James Easton Brodhead, character actor, journalist, and atheist activist, died on April 6 of kidney failure in Santa Barbara. He was 80 years old.
He is survived by his wife of 49 years, the former dancer/choreographer and retired attorney Sue Hawes; son Will Brodhead and his wife, Dorothy R. Adams of San Francisco; son Dan Brodhead of Los Angeles; sister Clover Brodhead Gowing, PhD, and her husband, Parker Gowing of Sequim, Washington; and sister Heather Brodhead, librarian of the Santa Barbara Museum of Art.
James was a direct descendant (seven times great-grandson) of Captain Daniel Brodhead, second-in-command of the English force that captured New Amsterdam from the Dutch in 1664 and renamed the city New York. He was born in St. Louis, Missouri, on January 30, 1932, to the late James E. Brodhead II, a Procter & Gamble executive, and the late Martha Pusey Mithoefer Brodhead, a commercial artist. He lived in Cincinnati, Ohio, and Newcastle-upon-Tyne in northern England until September 1939.
He made his professional stage debut in summer stock while still at the University of Michigan. After earning a BA in speech in 1954, he made his New York theater debut off-Broadway the following spring, in April 1955, and his Broadway debut two years later, with Paul Muni and Ed Begley Sr., as a juror in the original production of Inherit the Wind. Over the next seven years, he appeared in scores of stage productions and in live television dramas.

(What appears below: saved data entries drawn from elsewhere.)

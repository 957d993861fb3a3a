import { describe, expect, test } from 'vitest'
import {
  boxesOverlap,
  segmentCrossesBox,
  uprightAngleDeg,
} from '../../shared/drawing/drawing-geometry.ts'

// Expected values follow from squares and their diagonals, worked by hand.
const box = (x: number, y: number, angleDeg = 0) => ({
  centre: { x, y },
  widthPx: 20,
  heightPx: 10,
  angleDeg,
})

describe('labels that must not run into one another', () => {
  test('side by side they touch and do not overlap; a px nearer they do', () => {
    expect(boxesOverlap(box(0, 0), box(20, 0))).toBe(false)
    expect(boxesOverlap(box(0, 0), box(19, 0))).toBe(true)
    expect(boxesOverlap(box(0, 0), box(0, 10))).toBe(false)
  })

  test('turned labels are judged by their own corners, not by an upright box round them', () => {
    // Two 20 × 10 labels at 45°, 12 apart square to their length, clear each other by 2.
    const shift = 12 / Math.SQRT2
    expect(boxesOverlap(box(0, 0, 45), box(-shift, shift, 45))).toBe(false)
    expect(boxesOverlap(box(0, 0, 45), box(shift, shift, 45))).toBe(true)
  })

  test('a timber that passes through a label is told from one that passes by', () => {
    const line = (y: number) => ({ from: { x: -50, y }, to: { x: 50, y } })
    expect(segmentCrossesBox(line(4.9), box(0, 0))).toBe(true)
    expect(segmentCrossesBox(line(5), box(0, 0))).toBe(false)
    expect(segmentCrossesBox(line(9.9), box(0, 0, 90))).toBe(true)
    expect(segmentCrossesBox({ from: { x: 11, y: 0 }, to: { x: 50, y: 0 } }, box(0, 0))).toBe(false)
  })
})

test('text along a timber reads from the left, and up a vertical one', () => {
  const towards = (x: number, y: number) => uprightAngleDeg({ from: { x: 0, y: 0 }, to: { x, y } })
  expect(towards(1, 0)).toBe(0)
  expect(towards(-1, 0)).toBe(0)
  expect(towards(0, 1)).toBe(-90)
  expect(towards(0, -1)).toBe(-90)
  expect(towards(-1, -1)).toBeCloseTo(45)
})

Changing careers at the age of 30, Mr. Brodhead joined Time Magazine in 1963, first as an advertising promotion copywriter, then as a correspondent for the Time-Life News Service. Among other things, he covered Truman Capote’s 1966 Black and White Ball, and reported on the trial of Sirhan Sirhan, assassin of Senator Robert F. Kennedy. Transferred to California in 1967 to cover show business, he left Time two years later to write Inside Laugh-In (published by Signet, 1969), a book based on one of the cover stories he had reported. He also worked as a public-relations account executive before making his screen debut in Kotch, with Walter Matthau, directed by Jack Lemmon, in 1971, and returning to acting as a full-time career.
Mr. Brodhead appeared in 17 feature films, scores of television series and specials, and 111 stage productions, the most recent a month before his 77th birthday. After appearing with Lucille Ball in Mame in 1974, he became part of her television “stock company” near the end of her career, appearing with her in episodes of Here’s Lucy, commercials, and three comedy specials.
Elected to the Board of Directors of the Santa Barbara Symphony in 1998, he served nearly three terms, appearing in New Year’s Eve concerts and narrating Aaron Copland’s Lincoln Portrait at the symphony’s 2001 Fourth of July concert. In 2005, he produced and served as stage director for the West Coast premiere of Peter Boyer’s Ellis Island: The Dream of America, a work for orchestra and seven actors, under Gisèle Ben-Dor’s musical direction.
Mr. Brodhead was a member of three actors’ unions (Equity, American Federation of Television and Radio Artists, and the Screen Actors Guild) for more than half of each organization’s existence. He served on the Western Regional Board of Actors’ Equity Association from 1979 to 1983, the board of directors of American National Theatre and Academy (ANTA) West from 1980 to 1982, and the Western Council of the Actors Fund of America from 1993 to 1995, a life member of the latter and a founding member of its Edwin Forrest Society.
He was also a life member of the Freedom From Religion Foundation and of American Atheists, which named him Atheist of the Year 1986 for his lawsuit ending religious invocations and prayers at Los Angeles public-school graduations.
There will be no services. Contributions in Mr. Brodhead’s memory may be made to the Santa Barbara Symphony; the Barter Theatre Foundation of Abingdon, Virginia; American Atheists of Cranford, New Jersey; or the Freedom From Religion Foundation of Madison, Wisconsin.